§ **Problem to work on**
Whenever a line in the entries below contains "further", copy that line.

§ **Material for this exercise**

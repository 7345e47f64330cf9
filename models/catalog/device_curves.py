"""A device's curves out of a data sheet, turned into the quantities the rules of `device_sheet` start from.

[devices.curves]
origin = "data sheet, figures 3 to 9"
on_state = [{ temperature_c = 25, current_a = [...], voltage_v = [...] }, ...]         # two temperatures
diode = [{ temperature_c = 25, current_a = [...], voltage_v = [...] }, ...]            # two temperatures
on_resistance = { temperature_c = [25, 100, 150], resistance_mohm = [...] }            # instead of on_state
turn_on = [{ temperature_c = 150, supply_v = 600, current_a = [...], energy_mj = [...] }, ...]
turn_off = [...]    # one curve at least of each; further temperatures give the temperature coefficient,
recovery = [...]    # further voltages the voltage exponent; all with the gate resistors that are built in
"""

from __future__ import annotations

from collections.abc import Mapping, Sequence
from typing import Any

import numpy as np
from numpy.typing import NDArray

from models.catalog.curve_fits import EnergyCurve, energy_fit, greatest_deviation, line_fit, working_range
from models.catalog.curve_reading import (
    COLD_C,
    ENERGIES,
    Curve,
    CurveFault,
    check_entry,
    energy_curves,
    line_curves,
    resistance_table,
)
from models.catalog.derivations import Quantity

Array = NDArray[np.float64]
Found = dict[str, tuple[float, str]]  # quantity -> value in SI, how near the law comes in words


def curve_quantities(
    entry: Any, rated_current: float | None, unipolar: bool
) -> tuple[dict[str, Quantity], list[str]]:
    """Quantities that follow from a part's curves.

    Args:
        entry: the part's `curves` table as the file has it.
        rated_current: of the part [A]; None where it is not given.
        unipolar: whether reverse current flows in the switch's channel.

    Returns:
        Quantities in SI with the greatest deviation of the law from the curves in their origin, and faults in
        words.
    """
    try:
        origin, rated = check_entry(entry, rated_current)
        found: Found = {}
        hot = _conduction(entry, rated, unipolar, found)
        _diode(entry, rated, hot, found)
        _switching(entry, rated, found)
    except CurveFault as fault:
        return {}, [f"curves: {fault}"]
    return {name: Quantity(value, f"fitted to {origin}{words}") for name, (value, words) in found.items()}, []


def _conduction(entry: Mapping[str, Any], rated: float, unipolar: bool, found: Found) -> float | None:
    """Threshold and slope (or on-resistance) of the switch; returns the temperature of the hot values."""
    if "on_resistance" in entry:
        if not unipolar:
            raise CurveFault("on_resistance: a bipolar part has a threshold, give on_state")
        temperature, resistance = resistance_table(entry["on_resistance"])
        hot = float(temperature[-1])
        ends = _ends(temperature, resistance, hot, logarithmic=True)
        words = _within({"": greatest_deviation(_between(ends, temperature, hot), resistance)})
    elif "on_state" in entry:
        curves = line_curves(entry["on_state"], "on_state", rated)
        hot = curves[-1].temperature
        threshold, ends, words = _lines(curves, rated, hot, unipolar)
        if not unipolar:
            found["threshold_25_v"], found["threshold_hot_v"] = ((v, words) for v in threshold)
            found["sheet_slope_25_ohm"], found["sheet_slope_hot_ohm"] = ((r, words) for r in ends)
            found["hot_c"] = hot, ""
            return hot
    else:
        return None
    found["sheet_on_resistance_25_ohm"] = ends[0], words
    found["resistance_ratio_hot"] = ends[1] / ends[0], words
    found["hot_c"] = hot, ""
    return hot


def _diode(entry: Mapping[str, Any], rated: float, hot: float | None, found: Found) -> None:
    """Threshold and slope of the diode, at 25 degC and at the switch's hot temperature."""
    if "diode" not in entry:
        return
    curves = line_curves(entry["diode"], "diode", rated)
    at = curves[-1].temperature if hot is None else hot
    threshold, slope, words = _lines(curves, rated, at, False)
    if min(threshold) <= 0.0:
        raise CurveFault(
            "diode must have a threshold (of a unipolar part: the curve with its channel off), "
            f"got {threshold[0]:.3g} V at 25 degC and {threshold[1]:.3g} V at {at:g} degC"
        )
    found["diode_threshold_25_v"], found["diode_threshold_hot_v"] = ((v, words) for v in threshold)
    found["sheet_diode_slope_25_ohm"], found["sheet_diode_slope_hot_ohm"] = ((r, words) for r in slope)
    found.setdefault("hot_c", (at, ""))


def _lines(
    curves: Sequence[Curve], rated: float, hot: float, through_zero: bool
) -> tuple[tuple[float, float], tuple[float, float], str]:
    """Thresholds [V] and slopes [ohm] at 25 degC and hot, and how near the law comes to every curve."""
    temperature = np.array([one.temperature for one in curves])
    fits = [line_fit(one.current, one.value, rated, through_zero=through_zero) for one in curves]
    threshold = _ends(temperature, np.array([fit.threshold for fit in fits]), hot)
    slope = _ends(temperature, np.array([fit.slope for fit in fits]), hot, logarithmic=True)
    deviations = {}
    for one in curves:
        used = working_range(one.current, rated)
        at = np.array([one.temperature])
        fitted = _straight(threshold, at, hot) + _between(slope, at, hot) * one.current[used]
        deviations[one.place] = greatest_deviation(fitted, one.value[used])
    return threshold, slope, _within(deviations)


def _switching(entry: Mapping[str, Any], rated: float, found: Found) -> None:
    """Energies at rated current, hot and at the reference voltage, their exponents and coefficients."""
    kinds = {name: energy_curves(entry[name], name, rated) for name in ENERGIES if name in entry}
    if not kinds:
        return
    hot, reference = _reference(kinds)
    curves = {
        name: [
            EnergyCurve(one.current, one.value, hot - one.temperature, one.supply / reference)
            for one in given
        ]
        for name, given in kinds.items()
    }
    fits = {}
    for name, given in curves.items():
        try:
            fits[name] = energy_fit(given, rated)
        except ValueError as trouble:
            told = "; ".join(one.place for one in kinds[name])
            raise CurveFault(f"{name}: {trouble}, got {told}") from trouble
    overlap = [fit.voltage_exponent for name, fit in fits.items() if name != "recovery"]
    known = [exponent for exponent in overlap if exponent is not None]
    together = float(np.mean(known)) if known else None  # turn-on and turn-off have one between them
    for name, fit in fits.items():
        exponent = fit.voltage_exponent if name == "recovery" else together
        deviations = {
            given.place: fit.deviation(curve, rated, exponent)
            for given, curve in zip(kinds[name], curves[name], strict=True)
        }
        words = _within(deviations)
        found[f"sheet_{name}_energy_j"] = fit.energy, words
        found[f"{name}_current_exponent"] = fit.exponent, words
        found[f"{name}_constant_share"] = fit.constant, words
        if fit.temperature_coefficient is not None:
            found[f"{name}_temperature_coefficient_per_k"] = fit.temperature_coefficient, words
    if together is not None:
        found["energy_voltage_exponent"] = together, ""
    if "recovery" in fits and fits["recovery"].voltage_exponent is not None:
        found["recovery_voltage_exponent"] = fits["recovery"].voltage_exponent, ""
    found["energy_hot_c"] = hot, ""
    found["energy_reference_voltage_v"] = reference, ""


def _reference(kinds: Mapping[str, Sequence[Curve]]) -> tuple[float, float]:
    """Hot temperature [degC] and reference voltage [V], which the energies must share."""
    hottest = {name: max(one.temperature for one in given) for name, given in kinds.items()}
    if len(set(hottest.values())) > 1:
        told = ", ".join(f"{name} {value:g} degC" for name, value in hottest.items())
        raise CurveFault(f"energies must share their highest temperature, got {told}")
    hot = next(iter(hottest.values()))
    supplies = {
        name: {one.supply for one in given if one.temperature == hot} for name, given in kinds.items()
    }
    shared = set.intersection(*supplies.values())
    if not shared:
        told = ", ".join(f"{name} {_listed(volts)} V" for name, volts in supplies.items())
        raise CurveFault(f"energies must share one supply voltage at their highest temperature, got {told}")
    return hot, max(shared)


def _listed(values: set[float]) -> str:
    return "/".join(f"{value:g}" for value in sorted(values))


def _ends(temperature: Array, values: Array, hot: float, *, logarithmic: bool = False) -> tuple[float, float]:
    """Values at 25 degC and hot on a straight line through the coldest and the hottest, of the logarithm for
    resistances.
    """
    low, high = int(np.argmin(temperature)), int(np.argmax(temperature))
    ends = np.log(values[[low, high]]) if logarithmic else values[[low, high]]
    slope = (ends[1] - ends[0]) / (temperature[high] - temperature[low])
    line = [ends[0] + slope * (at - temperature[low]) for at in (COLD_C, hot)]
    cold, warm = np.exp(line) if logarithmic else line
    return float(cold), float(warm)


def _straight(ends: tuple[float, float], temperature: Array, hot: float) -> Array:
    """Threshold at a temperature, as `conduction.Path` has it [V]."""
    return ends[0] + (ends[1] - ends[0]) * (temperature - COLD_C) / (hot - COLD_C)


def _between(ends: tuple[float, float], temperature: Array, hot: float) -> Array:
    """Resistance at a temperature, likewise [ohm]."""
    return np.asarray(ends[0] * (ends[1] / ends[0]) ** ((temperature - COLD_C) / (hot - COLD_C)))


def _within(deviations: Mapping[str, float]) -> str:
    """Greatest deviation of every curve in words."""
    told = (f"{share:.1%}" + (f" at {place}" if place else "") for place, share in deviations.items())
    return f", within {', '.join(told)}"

§ **Answer space**
turn_off = [...]    # one curve at least of each; further temperatures give the temperature coefficient,
recovery = [...]    # further voltages the voltage exponent; all with the gate resistors that are built in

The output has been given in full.